First, our compiler optimizations can effectively speed up inference by up to 46% and 141% (on MobileNet-V3) without incorporating NPAS compared to the currently best frame- work MNN on mobile CPU and GPU, respectively.

With the highest accuracy (78.2% Top-1), the end-to-end inference time of NPAS solution (385M MACs) is only 11.8ms and 6.7ms on mobile CPU and GPU, respectively. With MobileNet-V3 level accuracy (75% Top-1); our inference time (201M MACs) is 9.8ms and 5.9ms. With MobileNet-V2 level accuracy (71% Top-1); the inference time of NPAS solution (147M MACs) is 6.9ms and 3.9ms. To the best of our knowledge, this is never accomplished by any existing NAS or weight pruning work. Detailed results can be found in Table 2 [18-21].

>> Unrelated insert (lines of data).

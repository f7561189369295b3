/** Strays and leakage over HTTP: analyze, waveform, tolerance and BOM checks see them; out-of-range values are a 400 naming the field. */
import type { FastifyInstance } from 'fastify';
import { afterAll, beforeAll, describe, expect, it } from 'vitest';
import { expectContract } from '../helpers/contract.ts';
import { testApp } from '../helpers/app.ts';
import { leakyAstablePeriodS } from '../helpers/leaky-astable.ts';

let app: FastifyInstance;
beforeAll(async () => {
  app = await testApp();
});
afterAll(async () => app.close());

// Our own scenario: a ±10 V lab timebase whose timing node picked up flux residue on the board.
const timebase = {
  topology: 'two-resistor-feedback',
  supply: { positiveV: 10, negativeV: -10 },
  amplifier: 'ideal',
  parts: { rTiming: '47k', cTiming: '10n', rGround: '10k', rFeedback: '20k' },
};
const R = 47e3;
const C = 10e-9;
const V = 10;
const BETA = 1 / 3;

/** The hand-derived leaky astable (test/helpers/leaky-astable.ts) with a stray beside the timing capacitor. */
function leakyPeriodS(leakOhm: number, strayF = 0): number {
  return leakyAstablePeriodS({ supplyV: V, beta: BETA, rOhm: R, cF: C + strayF, leakOhm });
}

async function post(url: string, payload: unknown) {
  const res = await app.inject({ method: 'POST', url, payload: payload as object });
  await expectContract(res, 'POST', url);
  return res;
}
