describe('worst case', () => {
  it('corners are the exact extremes f0/((1∓tR)(1∓tC)) and contain every Monte Carlo sample', () => {
    const r = run({ tolerances: { rTiming: 0.02, cTiming: 0.1, rFeedback: 0.01, rGround: 0.01 }, monteCarlo: { samples: 50_000, seed: 5, distribution: 'uniform' } }, true);
    const wc = r.worstCase;
    expect(wc.method).toBe('all-corners');
    const betaAt = (rF: number, rG: number) => rG / (rG + rF);
    const fAt = (R: number, C: number, b: number) => 1 / (2 * R * C * Math.log((1 + b) / (1 - b)));
    // β is largest with rFeedback low and rGround high; f falls as β rises.
    const fMax = fAt(parts.rTiming * 0.98, parts.cTiming * 0.9, betaAt(parts.rFeedback * 1.01, parts.rGround * 0.99));
    const fMin = fAt(parts.rTiming * 1.02, parts.cTiming * 1.1, betaAt(parts.rFeedback * 0.99, parts.rGround * 1.01));
    expect(wc.frequencyMaxHz / fMax - 1).toBeCloseTo(0, 12);
    expect(wc.frequencyMinHz / fMin - 1).toBeCloseTo(0, 12);
    expect(wc.corners.frequencyMax.deviations.rTiming).toBeCloseTo(-0.02, 12);
    expect(wc.corners.frequencyMax.deviations.cTiming).toBeCloseTo(-0.1, 12);
    const f = r.samples!.frequencyHz;
    const d = r.samples!.dutyCycle;
    let outside = 0;
    for (let i = 0; i < f.length; i++) {
      if (f[i] < wc.frequencyMinHz || f[i] > wc.frequencyMaxHz || d[i] < wc.dutyMin - 1e-15 || d[i] > wc.dutyMax + 1e-15) outside++;
    }
    expect(outside).toBe(0);
  });

  it('independent rails move the duty cycle; the duty extremes still contain every sample', () => {
    // Unequal rails give unequal thresholds (±β·V), so the high and low dwell times differ.
    const r = run({ tolerances: { rTiming: 0.02 }, supplyTolerance: 0.1, supplyRailsIndependent: true, monteCarlo: { samples: 20_000, seed: 6, distribution: 'uniform' } }, true);
    const wc = r.worstCase;
    expect(wc.dutyMax).toBeGreaterThan(0.5);
    expect(wc.dutyMin).toBeLessThan(0.5);
    // tHigh = RC·ln((V+ + β|V−|)/((1 − β)·V+)) falls as V+ rises and grows with |V−|: the longest high time
    // (largest duty) is at V+ low and |V−| high.
    expect(wc.corners.dutyMax.deviations.supplyPositiveV).toBeCloseTo(-0.1, 12);
    expect(wc.corners.dutyMax.deviations.supplyNegativeV).toBeCloseTo(0.1, 12);
    const d = r.samples!.dutyCycle;
    const f = r.samples!.frequencyHz;
    expect(d.every((x) => x >= wc.dutyMin && x <= wc.dutyMax)).toBe(true);
    expect(f.every((x) => x >= wc.frequencyMinHz && x <= wc.frequencyMaxHz)).toBe(true);
  });

  it('the sensitivity-guided search finds the extremes of an all-corner enumeration when many parameters vary', () => {
    const amplifier = { ...ideal, outputHeadroomHighV: 1.2, outputHeadroomLowV: 0.8, outputResistanceOhm: 50, inputBiasCurrentA: 50e-9 };
    const request: ToleranceRequest = {
      circuit: { ...circuit, amplifier },
      tolerances: { rTiming: 0.02, cTiming: 0.1 },
      tracking: [{ roles: ['rFeedback', 'rGround'], tolerance: 0.01, residualTolerance: 0.005 }],
      supplyTolerance: 0.05,
      supplyRailsIndependent: true,
      temperature: { minC: -40, maxC: 85 },
      temperatureCoefficients: { rTiming: { tempcoPpmPerK: 100, tempcoTolerancePpmPerK: 50 }, cTiming: { dielectric: 'C0G' } },
      amplifierSpreads: { outputHeadroomHighV: 0.3, outputHeadroomLowV: 0.3, outputResistanceOhm: 0.5, inputBiasCurrentA: 0.5, inputOffsetRangeV: 0.005 },
      monteCarlo: { samples: 20_000, seed: 9, distribution: 'uniform' },
    };
    const r = runToleranceAnalysis(request, { keepSamples: true });
    expect(r.worstCase.method).toBe('sensitivity-guided');
    // Brute force over every corner of the same box, through the same model.
    const evaluator = createSampleEvaluator(request.circuit);
    const model = buildVariationModel(request, evaluator.parameters, evaluator.nominal, evaluator.model);
    const dims = model.dimensions;
    expect(dims.length).toBeGreaterThan(14);
    const values = new Float64Array(model.nominal.length);
    const out = new Float64Array(4);
    let fMin = Infinity;
    let fMax = -Infinity;
    for (let mask = 0; mask < 2 ** dims.length; mask++) {
      model.apply(Float64Array.from(dims, (d, k) => ((mask >>> k) & 1 ? d.high : d.low)), values);
      evaluator.evaluate(values, out);
      fMin = Math.min(fMin, 1 / out[0]);
      fMax = Math.max(fMax, 1 / out[0]);
    }
    expect(r.worstCase.frequencyMinHz / fMin - 1).toBeCloseTo(0, 12);
    expect(r.worstCase.frequencyMaxHz / fMax - 1).toBeCloseTo(0, 12);
    const f = r.samples!.frequencyHz;
    expect(f.every((x) => x >= r.worstCase.frequencyMinHz && x <= r.worstCase.frequencyMaxHz)).toBe(true);
  });
});
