/**
 * Generated from openapi/openapi.json by openapi-typescript: do not edit.
 * Regenerate with `npm run client:generate` (`npm run openapi:write` runs it too).
 */
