// The download cache of a test run: a folder of its own under the system's temporary folder (never the
// user's real cache), named in vitest.config.ts for every test process and the commands they start, and
// removed when the run ends.

import { rmSync } from 'node:fs';
import { tmpdir } from 'node:os';
import { join } from 'node:path';

/** The cache folder of the test run whose main process is `pid`. */
export function testCacheDir(pid: number): string {
  return join(tmpdir(), `stopspan-test-cache-${pid}`);
}

/** vitest's global teardown: the run's cache folder goes. */
export function teardown(): void {
  const dir = process.env.STOPSPAN_TEST_CACHE_ROOT;
  if (dir) rmSync(dir, { recursive: true, force: true });
}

**Table 2.**Comparison results of NPAS and representative lightweight networks: MobileNet-V1 [18], MobileNet-V2 [19], MobileNet-V3 [8], NAS-Net-A [20], AmoebaNet-A [21],
MnasNet-A1 [10], ProxylessNas-R [9].
MACs	Acc. top-1	Latency (ms)	CPU/GPU	Device
MobileNet-V1	575M	70.6	- / -	-
MobileNet-V2	300M	72	- / -	-
MobileNet-V3	227M	75.2	- / -	-
NAS-Net-A	564M	74	183 / NA	Google Pixel 1
AmoebaNet-A	555M	74.5	190 / NA	Google Pixel 1
MnasNet-A1	312M	75.2	78 / NA	Google Pixel 1
ProxylessNas-R	NA	74.6	78 / NA	Google Pixel 1
NPAS (ours)	385M	78.2	11.8 / 6.7	Galaxy S10
NPAS (ours)	201M	75	9.8 / 5.9	Galaxy S10
NPAS (ours)	147M	70.9	6.9 / 3.9	Galaxy S10
NPAS (ours)	98M	68.3	5.6 / 3.3	Galaxy S10

Conclusion

In this work, we propose a fine-grained structured pruning applicable to various DNN layers, and a compiler automatic code generation framework supporting different DNNs and different pruning schemes, which bridge the gap of model compression and NAS. We further propose NPAS, a compiler- aware unified network pruning and architecture search, and several techniques are used to accelerate the searching process.